> _Exercise aim_
Nothing is needed except the lines below that run from the one with "type gram struct" through the one with "for spin := range", repeated exactly.

> _Data shown_
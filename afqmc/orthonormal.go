package afqmc

import (
	"fmt"
	"math"

	"leadline/hamiltonian"
	"leadline/hamiltonian/linalg"
	"leadline/trial"
)

// gram is scratch for the re-orthogonalisation of one walker.
type gram struct {
	products []float64 // 2N×2N real products of the columns' planes
	inverse  []float64 // [Re; Im] of R⁻ᵀ, 2N×N
	moved    []float64 // 2N×2M
	factor   []complex128
}

func newGram(m, n int) *gram {
	return &gram{
		products: make([]float64, 4*n*n),
		inverse:  make([]float64, 2*n*n),
		moved:    make([]float64, 4*n*m),
		factor:   make([]complex128, n*n),
	}
}

// orthonormalise makes the columns of walker i orthonormal, φ = QR with positive
// diagonal of R, through the Cholesky factor of the Gram matrix φ†φ = R†R. It
// returns ln det R, summed over both spins. Between two calls the columns stay
// well conditioned, so one pass leaves them orthonormal to about 1e-13; columns
// that are not independent are an error.
func orthonormalise(w trial.Walkers, i int, g *gram) (logDet float64, err error) {
	for spin := range 2 {
		n := w.Electrons(spin)
		if n == 0 {
			continue
		}
		if spin == hamiltonian.Down && w.Paired {
			return 2 * logDet, nil
		}
		one, err := orthonormaliseSpin(w.Spin(i, spin), w.Orbitals, n, g)
		if err != nil {
			return 0, err
		}
		logDet += one
	}
	return logDet, nil
}

func orthonormaliseSpin(columns []float64, m, n int, g *gram) (logDet float64, err error) {
	linalg.Gemm(false, true, 2*n, 2*n, m, 1, columns, m, columns, m, 0, g.products, 2*n)
	// φᵀ φ* = L L† with L = Rᵀ: lower triangle, row by row.
	l := g.factor[:n*n]
	for a := range n {
		for b := range a + 1 {
			re := g.products[2*a*2*n+2*b] + g.products[(2*a+1)*2*n+2*b+1]
			im := g.products[(2*a+1)*2*n+2*b] - g.products[2*a*2*n+2*b+1]
			v := complex(re, im)
			for k := range b {
				v -= l[a*n+k] * conj(l[b*n+k])
			}
			if a > b {
				l[a*n+b] = v / l[b*n+b]
				continue
			}
			if !(real(v) > 1e-14*re) {
				return 0, fmt.Errorf("column %d of a walker is not independent of the others", a+1)
			}
			l[a*n+a] = complex(math.Sqrt(real(v)), 0)
			logDet += 0.5 * math.Log(real(v))
		}
	}
	// Qᵀ = L⁻¹ φᵀ.
	inverse := g.inverse[:2*n*n]
	clear(inverse)
	for b := range n {
		for a := b; a < n; a++ {
			var v complex128
			if a == b {
				v = 1
			}
			for k := b; k < a; k++ {
				v -= l[a*n+k] * complex(inverse[k*n+b], inverse[n*n+k*n+b])
			}
			v /= l[a*n+a]
			inverse[a*n+b], inverse[n*n+a*n+b] = real(v), imag(v)
		}
	}
	linalg.Gemm(false, false, 2*n, 2*m, n, 1, inverse, n, columns, 2*m, 0, g.moved, 2*m)
	for j := range n {
		re, im := g.moved[j*2*m:(j+1)*2*m], g.moved[(n+j)*2*m:(n+j+1)*2*m]
		dst := columns[j*2*m : (j+1)*2*m]
		for p := range m {
			dst[p] = re[p] - im[m+p]
			dst[m+p] = re[m+p] + im[p]
		}
	}
	return logDet, nil
}

func conj(v complex128) complex128 { return complex(real(v), -imag(v)) }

> _Solution to this task_
type gram struct {
	products []float64 // 2N×2N real products of the columns' planes
	inverse  []float64 // [Re; Im] of R⁻ᵀ, 2N×N
	moved    []float64 // 2N×2M
	factor   []complex128
}

func newGram(m, n int) *gram {
	return &gram{
		products: make([]float64, 4*n*n),
		inverse:  make([]float64, 2*n*n),
		moved:    make([]float64, 4*n*m),
		factor:   make([]complex128, n*n),
	}
}

// orthonormalise makes the columns of walker i orthonormal, φ = QR with positive
// diagonal of R, through the Cholesky factor of the Gram matrix φ†φ = R†R. It
// returns ln det R, summed over both spins. Between two calls the columns stay
// well conditioned, so one pass leaves them orthonormal to about 1e-13; columns
// that are not independent are an error.
func orthonormalise(w trial.Walkers, i int, g *gram) (logDet float64, err error) {
	for spin := range 2 {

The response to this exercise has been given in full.